(Record set)
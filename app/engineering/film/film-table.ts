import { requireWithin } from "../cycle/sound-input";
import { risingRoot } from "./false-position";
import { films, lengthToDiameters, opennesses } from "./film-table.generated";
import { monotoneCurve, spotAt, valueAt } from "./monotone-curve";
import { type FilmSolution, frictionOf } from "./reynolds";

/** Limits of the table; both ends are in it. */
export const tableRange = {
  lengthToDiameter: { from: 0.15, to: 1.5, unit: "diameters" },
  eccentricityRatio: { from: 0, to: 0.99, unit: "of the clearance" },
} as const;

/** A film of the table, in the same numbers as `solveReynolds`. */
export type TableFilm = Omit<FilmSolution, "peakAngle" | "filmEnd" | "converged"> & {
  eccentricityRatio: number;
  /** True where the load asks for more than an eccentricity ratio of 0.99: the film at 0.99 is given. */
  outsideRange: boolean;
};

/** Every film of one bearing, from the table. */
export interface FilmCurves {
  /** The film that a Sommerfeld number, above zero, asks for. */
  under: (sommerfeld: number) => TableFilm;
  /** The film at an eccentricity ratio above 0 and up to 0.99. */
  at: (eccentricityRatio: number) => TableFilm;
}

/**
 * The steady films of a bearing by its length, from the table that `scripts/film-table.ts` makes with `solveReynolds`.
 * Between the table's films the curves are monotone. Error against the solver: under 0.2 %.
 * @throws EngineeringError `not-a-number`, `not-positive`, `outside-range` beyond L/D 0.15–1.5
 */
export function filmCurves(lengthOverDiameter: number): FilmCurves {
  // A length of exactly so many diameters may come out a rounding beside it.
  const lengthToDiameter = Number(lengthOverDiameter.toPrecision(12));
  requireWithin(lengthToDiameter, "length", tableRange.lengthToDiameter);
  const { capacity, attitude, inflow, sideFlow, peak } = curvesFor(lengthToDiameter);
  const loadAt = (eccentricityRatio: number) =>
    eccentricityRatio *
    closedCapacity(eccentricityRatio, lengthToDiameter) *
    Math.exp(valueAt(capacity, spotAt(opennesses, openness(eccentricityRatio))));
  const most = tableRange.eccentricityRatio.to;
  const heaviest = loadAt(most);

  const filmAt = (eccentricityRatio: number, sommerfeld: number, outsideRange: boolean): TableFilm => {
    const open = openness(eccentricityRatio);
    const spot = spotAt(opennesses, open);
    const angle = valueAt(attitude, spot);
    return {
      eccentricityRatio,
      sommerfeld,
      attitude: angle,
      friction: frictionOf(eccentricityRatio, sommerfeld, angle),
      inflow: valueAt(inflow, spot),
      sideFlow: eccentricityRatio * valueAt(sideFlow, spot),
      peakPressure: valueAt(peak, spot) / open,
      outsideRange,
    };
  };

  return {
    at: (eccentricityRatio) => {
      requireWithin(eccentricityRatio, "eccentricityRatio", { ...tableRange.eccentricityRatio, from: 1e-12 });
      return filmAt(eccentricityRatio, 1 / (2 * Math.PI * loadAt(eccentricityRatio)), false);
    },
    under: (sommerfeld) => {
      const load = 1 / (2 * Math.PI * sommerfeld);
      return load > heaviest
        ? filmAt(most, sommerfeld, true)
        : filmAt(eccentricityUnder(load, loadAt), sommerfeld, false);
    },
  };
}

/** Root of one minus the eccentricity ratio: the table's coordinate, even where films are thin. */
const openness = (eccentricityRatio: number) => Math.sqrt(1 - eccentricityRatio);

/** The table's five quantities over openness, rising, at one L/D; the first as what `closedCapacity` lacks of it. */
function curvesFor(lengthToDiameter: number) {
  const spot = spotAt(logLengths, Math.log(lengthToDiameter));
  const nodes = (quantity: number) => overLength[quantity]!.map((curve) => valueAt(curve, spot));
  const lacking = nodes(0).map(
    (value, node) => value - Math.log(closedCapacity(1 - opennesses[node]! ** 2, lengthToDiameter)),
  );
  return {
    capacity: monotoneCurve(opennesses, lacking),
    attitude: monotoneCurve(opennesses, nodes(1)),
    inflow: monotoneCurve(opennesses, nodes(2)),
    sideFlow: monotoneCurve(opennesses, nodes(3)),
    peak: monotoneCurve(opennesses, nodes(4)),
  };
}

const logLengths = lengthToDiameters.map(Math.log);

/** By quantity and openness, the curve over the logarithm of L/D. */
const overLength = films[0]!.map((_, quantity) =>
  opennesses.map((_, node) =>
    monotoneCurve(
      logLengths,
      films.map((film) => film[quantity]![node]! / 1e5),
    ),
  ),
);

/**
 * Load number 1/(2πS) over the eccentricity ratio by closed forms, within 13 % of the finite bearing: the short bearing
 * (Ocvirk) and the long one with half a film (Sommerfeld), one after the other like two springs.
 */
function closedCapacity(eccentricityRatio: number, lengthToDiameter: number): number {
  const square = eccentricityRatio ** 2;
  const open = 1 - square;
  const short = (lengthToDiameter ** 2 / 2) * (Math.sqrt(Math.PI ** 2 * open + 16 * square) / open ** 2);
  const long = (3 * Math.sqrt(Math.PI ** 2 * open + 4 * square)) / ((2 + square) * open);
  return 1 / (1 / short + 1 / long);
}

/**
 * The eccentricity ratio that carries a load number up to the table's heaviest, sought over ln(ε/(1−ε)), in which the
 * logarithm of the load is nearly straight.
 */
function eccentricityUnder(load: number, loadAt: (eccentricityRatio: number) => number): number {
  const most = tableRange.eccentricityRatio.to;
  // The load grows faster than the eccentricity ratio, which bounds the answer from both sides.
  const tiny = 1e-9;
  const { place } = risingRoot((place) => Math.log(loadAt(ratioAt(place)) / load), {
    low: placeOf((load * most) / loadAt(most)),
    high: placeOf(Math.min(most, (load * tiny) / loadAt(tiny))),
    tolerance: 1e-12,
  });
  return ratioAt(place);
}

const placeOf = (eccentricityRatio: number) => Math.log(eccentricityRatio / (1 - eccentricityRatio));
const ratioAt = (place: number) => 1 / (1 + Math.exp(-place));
(End Record set)
- Aim of the task:
Extract the complete set of records unchanged.

- Response to the exercise:
filename app/engineering/film/film-table.ts
import { requireWithin } from "../cycle/sound-input";
import { risingRoot } from "./false-position";
import { films, lengthToDiameters, opennesses } from "./film-table.generated";
import { monotoneCurve, spotAt, valueAt } from "./monotone-curve";
import { type FilmSolution, frictionOf } from "./reynolds";

/** Limits of the table; both ends are in it. */
export const tableRange = {
  lengthToDiameter: { from: 0.15, to: 1.5, unit: "diameters" },
  eccentricityRatio: { from: 0, to: 0.99, unit: "of the clearance" },
} as const;

/** A film of the table, in the same numbers as `solveReynolds`. */
export type TableFilm = Omit<FilmSolution, "peakAngle" | "filmEnd" | "converged"> & {
  eccentricityRatio: number;
  /** True where the load asks for more than an eccentricity ratio of 0.99: the film at 0.99 is given. */
  outsideRange: boolean;
};

/** Every film of one bearing, from the table. */
export interface FilmCurves {
  /** The film that a Sommerfeld number, above zero, asks for. */
  under: (sommerfeld: number) => TableFilm;
  /** The film at an eccentricity ratio above 0 and up to 0.99. */
  at: (eccentricityRatio: number) => TableFilm;
}

/**
 * The steady films of a bearing by its length, from the table that `scripts/film-table.ts` makes with `solveReynolds`.
 * Between the table's films the curves are monotone. Error against the solver: under 0.2 %.
 * @throws EngineeringError `not-a-number`, `not-positive`, `outside-range` beyond L/D 0.15–1.5
 */
export function filmCurves(lengthOverDiameter: number): FilmCurves {
  // A length of exactly so many diameters may come out a rounding beside it.
  const lengthToDiameter = Number(lengthOverDiameter.toPrecision(12));
  requireWithin(lengthToDiameter, "length", tableRange.lengthToDiameter);
  const { capacity, attitude, inflow, sideFlow, peak } = curvesFor(lengthToDiameter);
  const loadAt = (eccentricityRatio: number) =>
    eccentricityRatio *
    closedCapacity(eccentricityRatio, lengthToDiameter) *
    Math.exp(valueAt(capacity, spotAt(opennesses, openness(eccentricityRatio))));
  const most = tableRange.eccentricityRatio.to;
  const heaviest = loadAt(most);

  const filmAt = (eccentricityRatio: number, sommerfeld: number, outsideRange: boolean): TableFilm => {
    const open = openness(eccentricityRatio);
    const spot = spotAt(opennesses, open);
    const angle = valueAt(attitude, spot);
    return {
      eccentricityRatio,
      sommerfeld,
      attitude: angle,
      friction: frictionOf(eccentricityRatio, sommerfeld, angle),
      inflow: valueAt(inflow, spot),
      sideFlow: eccentricityRatio * valueAt(sideFlow, spot),
      peakPressure: valueAt(peak, spot) / open,
      outsideRange,
    };
  };

  return {
    at: (eccentricityRatio) => {
      requireWithin(eccentricityRatio, "eccentricityRatio", { ...tableRange.eccentricityRatio, from: 1e-12 });
      return filmAt(eccentricityRatio, 1 / (2 * Math.PI * loadAt(eccentricityRatio)), false);
    },
    under: (sommerfeld) => {
      const load = 1 / (2 * Math.PI * sommerfeld);
      return load > heaviest
        ? filmAt(most, sommerfeld, true)
        : filmAt(eccentricityUnder(load, loadAt), sommerfeld, false);
    },
  };
}

/** Root of one minus the eccentricity ratio: the table's coordinate, even where films are thin. */
const openness = (eccentricityRatio: number) => Math.sqrt(1 - eccentricityRatio);

/** The table's five quantities over openness, rising, at one L/D; the first as what `closedCapacity` lacks of it. */
function curvesFor(lengthToDiameter: number) {
  const spot = spotAt(logLengths, Math.log(lengthToDiameter));
  const nodes = (quantity: number) => overLength[quantity]!.map((curve) => valueAt(curve, spot));
  const lacking = nodes(0).map(
    (value, node) => value - Math.log(closedCapacity(1 - opennesses[node]! ** 2, lengthToDiameter)),
  );
  return {
    capacity: monotoneCurve(opennesses, lacking),
    attitude: monotoneCurve(opennesses, nodes(1)),
    inflow: monotoneCurve(opennesses, nodes(2)),
    sideFlow: monotoneCurve(opennesses, nodes(3)),
    peak: monotoneCurve(opennesses, nodes(4)),
  };
}

const logLengths = lengthToDiameters.map(Math.log);

/** By quantity and openness, the curve over the logarithm of L/D. */
const overLength = films[0]!.map((_, quantity) =>
  opennesses.map((_, node) =>
    monotoneCurve(
      logLengths,
      films.map((film) => film[quantity]![node]! / 1e5),
    ),
  ),
);

/**
 * Load number 1/(2πS) over the eccentricity ratio by closed forms, within 13 % of the finite bearing: the short bearing
 * (Ocvirk) and the long one with half a film (Sommerfeld), one after the other like two springs.
 */
function closedCapacity(eccentricityRatio: number, lengthToDiameter: number): number {
  const square = eccentricityRatio ** 2;
  const open = 1 - square;
  const short = (lengthToDiameter ** 2 / 2) * (Math.sqrt(Math.PI ** 2 * open + 16 * square) / open ** 2);
  const long = (3 * Math.sqrt(Math.PI ** 2 * open + 4 * square)) / ((2 + square) * open);
  return 1 / (1 / short + 1 / long);
}

/**
 * The eccentricity ratio that carries a load number up to the table's heaviest, sought over ln(ε/(1−ε)), in which the
 * logarithm of the load is nearly straight.
 */
function eccentricityUnder(load: number, loadAt: (eccentricityRatio: number) => number): number {
  const most = tableRange.eccentricityRatio.to;
  // The load grows faster than the eccentricity ratio, which bounds the answer from both sides.
  const tiny = 1e-9;
  const { place } = risingRoot((place) => Math.log(loadAt(ratioAt(place)) / load), {
    low: placeOf((load * most) / loadAt(most)),
    high: placeOf(Math.min(most, (load * tiny) / loadAt(tiny))),
    tolerance: 1e-12,
  });
  return ratioAt(place);
}

const placeOf = (eccentricityRatio: number) => Math.log(eccentricityRatio / (1 - eccentricityRatio));
const ratioAt = (place: number) => 1 / (1 + Math.exp(-place));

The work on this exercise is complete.